======== Data provided

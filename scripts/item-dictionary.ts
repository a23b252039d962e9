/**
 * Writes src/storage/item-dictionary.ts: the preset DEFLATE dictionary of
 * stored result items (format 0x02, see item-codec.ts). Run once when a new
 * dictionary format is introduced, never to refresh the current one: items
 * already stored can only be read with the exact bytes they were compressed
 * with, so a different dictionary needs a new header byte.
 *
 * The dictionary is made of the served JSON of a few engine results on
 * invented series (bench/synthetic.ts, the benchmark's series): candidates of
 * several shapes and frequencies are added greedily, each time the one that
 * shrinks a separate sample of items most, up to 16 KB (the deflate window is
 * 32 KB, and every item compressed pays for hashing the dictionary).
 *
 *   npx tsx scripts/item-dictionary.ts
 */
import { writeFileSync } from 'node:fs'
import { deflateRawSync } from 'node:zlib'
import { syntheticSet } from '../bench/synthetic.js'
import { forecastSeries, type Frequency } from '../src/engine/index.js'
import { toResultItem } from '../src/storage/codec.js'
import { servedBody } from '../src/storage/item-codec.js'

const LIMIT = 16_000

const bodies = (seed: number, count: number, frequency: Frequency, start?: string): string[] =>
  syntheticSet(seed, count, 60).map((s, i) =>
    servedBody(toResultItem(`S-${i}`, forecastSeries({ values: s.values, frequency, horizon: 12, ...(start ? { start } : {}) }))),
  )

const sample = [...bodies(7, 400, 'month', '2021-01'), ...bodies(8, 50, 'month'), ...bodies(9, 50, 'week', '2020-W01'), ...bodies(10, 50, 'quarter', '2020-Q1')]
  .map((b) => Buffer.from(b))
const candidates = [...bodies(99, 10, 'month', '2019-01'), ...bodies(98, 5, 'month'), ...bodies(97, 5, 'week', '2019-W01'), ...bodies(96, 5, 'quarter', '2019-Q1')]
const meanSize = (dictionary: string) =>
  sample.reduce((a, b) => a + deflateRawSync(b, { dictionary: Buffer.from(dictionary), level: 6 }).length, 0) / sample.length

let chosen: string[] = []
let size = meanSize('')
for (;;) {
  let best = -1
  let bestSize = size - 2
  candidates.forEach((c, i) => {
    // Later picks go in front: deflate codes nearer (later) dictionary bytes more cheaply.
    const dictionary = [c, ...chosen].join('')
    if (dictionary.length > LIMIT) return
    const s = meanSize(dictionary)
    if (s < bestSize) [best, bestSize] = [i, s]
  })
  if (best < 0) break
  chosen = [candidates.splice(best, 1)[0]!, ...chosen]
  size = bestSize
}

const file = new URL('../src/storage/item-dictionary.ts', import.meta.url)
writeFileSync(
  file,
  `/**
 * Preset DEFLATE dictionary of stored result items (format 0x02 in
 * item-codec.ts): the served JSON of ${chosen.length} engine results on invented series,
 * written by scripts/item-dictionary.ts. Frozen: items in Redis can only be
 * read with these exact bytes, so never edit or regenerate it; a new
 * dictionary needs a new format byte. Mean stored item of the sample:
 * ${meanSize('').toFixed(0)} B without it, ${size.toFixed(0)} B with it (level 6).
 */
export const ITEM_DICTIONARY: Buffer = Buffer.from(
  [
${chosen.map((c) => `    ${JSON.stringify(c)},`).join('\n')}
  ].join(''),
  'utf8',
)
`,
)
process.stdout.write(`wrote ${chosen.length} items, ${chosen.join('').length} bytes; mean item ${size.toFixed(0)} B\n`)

================

Copy out every line of the records that the string "never" appears in.

Finished task:
 * dictionary format is introduced, never to refresh the current one: items
 * read with these exact bytes, so never edit or regenerate it; a new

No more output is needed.